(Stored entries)
● ● ● ●
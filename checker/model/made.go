package model

import (
	"fmt"

	"kern/lang"
)

func (w *memberReader) section(r *reader, d declared) {
	w.m.SectionAt = r.place(r.stmt.Line)
	e := r.peek()
	if e != nil && e.Kind == lang.NameExpr && (d.stmt.Body == nil || w.env.Names[e.Text] != nil) {
		if contains(shapeWords, e.Text) && w.env.Names[e.Text] == nil {
			r.fail("wrong-form", r.stmt.Line, "a %s has a block with its dimensions: %s", e.Text, shapeForms[e.Text])
			return
		}
		n, ok := w.env.Names[e.Text]
		if p, found := r.inQuotes("a section of the catalogue", inCatalogue); found && !ok {
			r.problem(p)
			return
		}
		r.take()
		w.m.SectionAt = r.place(e.Span)
		if !ok || n.Kind != SectionName || n.Index < 0 {
			w.wrongName(r, e, n, "section", SectionName)
			return
		}
		if d.stmt.Body != nil {
			r.fail("left-over", d.stmt.Body.Span, "a section that is given by its name takes no block")
			return
		}
		w.m.Uses = append(w.m.Uses, n)
		w.m.Section = w.env.Sections[n.Index]
		if n.Twice {
			w.m.Missing = append(w.m.Missing, "its section '"+e.Text+"' is given twice")
		}
		if w.m.Section.Bad {
			w.m.Missing = append(w.m.Missing, "its section '"+e.Text+"' has an error")
		}
		return
	}
	s := &Section{Name: w.m.Name, Place: r.place(r.stmt.Line)}
	if s.Name == "" {
		s.Name = "section"
	}
	if readSection(r, func(d declared) *reader { return w.reader(d.decl, d.stmt) }, d, s) {
		w.m.Section = s
	}
}

// wrongName reports a name that is unknown or stands for something else.
func (w *memberReader) wrongName(r *reader, e *lang.Expr, n *Named, what string, kind NameKind) {
	if n != nil && (n.Bad || n.Kind == kind) {
		r.problem(*lang.Silent)
		return
	}
	if n != nil {
		r.problem(lang.Problem{Rule: "wrong-kind", Span: e.Span, Message: fmt.Sprintf("'%s' is %s, not a %s", e.Text, n.Kind, what),
			Related: []lang.Related{{Place: n.Place, Message: "given here"}}})
		return
	}
	r.problem(*w.env.unknownName(e, what, []NameKind{kind}))
}

func (w *memberReader) material(r *reader) {
	w.m.MaterialAt = r.place(r.stmt.Line)
	e := r.peek()
	if e != nil && e.Kind == lang.StringExpr {
		m := &Material{Name: e.Text, Place: r.place(e.Span)}
		if readGrade(r, m) {
			w.m.Material = m
		}
		return
	}
	if e == nil || e.Kind != lang.NameExpr {
		r.fail("wrong-form", r.after(), "a material is a name or a grade in quotes: material = s355, or material = \"S355\"")
		return
	}
	n, ok := w.env.Names[e.Text]
	if p, found := r.inQuotes("a steel grade", isGrade); found && !ok {
		r.problem(p)
		return
	}
	r.take()
	w.m.MaterialAt = r.place(e.Span)
	if !ok || n.Kind != MaterialName || n.Index < 0 {
		w.wrongName(r, e, n, "material", MaterialName)
		return
	}
	w.m.Uses = append(w.m.Uses, n)
	w.m.Material = w.env.Materials[n.Index]
	if n.Twice {
		w.m.Missing = append(w.m.Missing, "its material '"+e.Text+"' is given twice")
	}
	if w.m.Material.Bad {
		w.m.Missing = append(w.m.Missing, "its material '"+e.Text+"' has an error")
	}
}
● ● ● ●
Assigned task —
Restate each of the entries above verbatim.

Result below —
filename checker/model/made.go
package model

import (
	"fmt"

	"kern/lang"
)

func (w *memberReader) section(r *reader, d declared) {
	w.m.SectionAt = r.place(r.stmt.Line)
	e := r.peek()
	if e != nil && e.Kind == lang.NameExpr && (d.stmt.Body == nil || w.env.Names[e.Text] != nil) {
		if contains(shapeWords, e.Text) && w.env.Names[e.Text] == nil {
			r.fail("wrong-form", r.stmt.Line, "a %s has a block with its dimensions: %s", e.Text, shapeForms[e.Text])
			return
		}
		n, ok := w.env.Names[e.Text]
		if p, found := r.inQuotes("a section of the catalogue", inCatalogue); found && !ok {
			r.problem(p)
			return
		}
		r.take()
		w.m.SectionAt = r.place(e.Span)
		if !ok || n.Kind != SectionName || n.Index < 0 {
			w.wrongName(r, e, n, "section", SectionName)
			return
		}
		if d.stmt.Body != nil {
			r.fail("left-over", d.stmt.Body.Span, "a section that is given by its name takes no block")
			return
		}
		w.m.Uses = append(w.m.Uses, n)
		w.m.Section = w.env.Sections[n.Index]
		if n.Twice {
			w.m.Missing = append(w.m.Missing, "its section '"+e.Text+"' is given twice")
		}
		if w.m.Section.Bad {
			w.m.Missing = append(w.m.Missing, "its section '"+e.Text+"' has an error")
		}
		return
	}
	s := &Section{Name: w.m.Name, Place: r.place(r.stmt.Line)}
	if s.Name == "" {
		s.Name = "section"
	}
	if readSection(r, func(d declared) *reader { return w.reader(d.decl, d.stmt) }, d, s) {
		w.m.Section = s
	}
}

// wrongName reports a name that is unknown or stands for something else.
func (w *memberReader) wrongName(r *reader, e *lang.Expr, n *Named, what string, kind NameKind) {
	if n != nil && (n.Bad || n.Kind == kind) {
		r.problem(*lang.Silent)
		return
	}
	if n != nil {
		r.problem(lang.Problem{Rule: "wrong-kind", Span: e.Span, Message: fmt.Sprintf("'%s' is %s, not a %s", e.Text, n.Kind, what),
			Related: []lang.Related{{Place: n.Place, Message: "given here"}}})
		return
	}
	r.problem(*w.env.unknownName(e, what, []NameKind{kind}))
}

func (w *memberReader) material(r *reader) {
	w.m.MaterialAt = r.place(r.stmt.Line)
	e := r.peek()
	if e != nil && e.Kind == lang.StringExpr {
		m := &Material{Name: e.Text, Place: r.place(e.Span)}
		if readGrade(r, m) {
			w.m.Material = m
		}
		return
	}
	if e == nil || e.Kind != lang.NameExpr {
		r.fail("wrong-form", r.after(), "a material is a name or a grade in quotes: material = s355, or material = \"S355\"")
		return
	}
	n, ok := w.env.Names[e.Text]
	if p, found := r.inQuotes("a steel grade", isGrade); found && !ok {
		r.problem(p)
		return
	}
	r.take()
	w.m.MaterialAt = r.place(e.Span)
	if !ok || n.Kind != MaterialName || n.Index < 0 {
		w.wrongName(r, e, n, "material", MaterialName)
		return
	}
	w.m.Uses = append(w.m.Uses, n)
	w.m.Material = w.env.Materials[n.Index]
	if n.Twice {
		w.m.Missing = append(w.m.Missing, "its material '"+e.Text+"' is given twice")
	}
	if w.m.Material.Bad {
		w.m.Missing = append(w.m.Missing, "its material '"+e.Text+"' has an error")
	}
}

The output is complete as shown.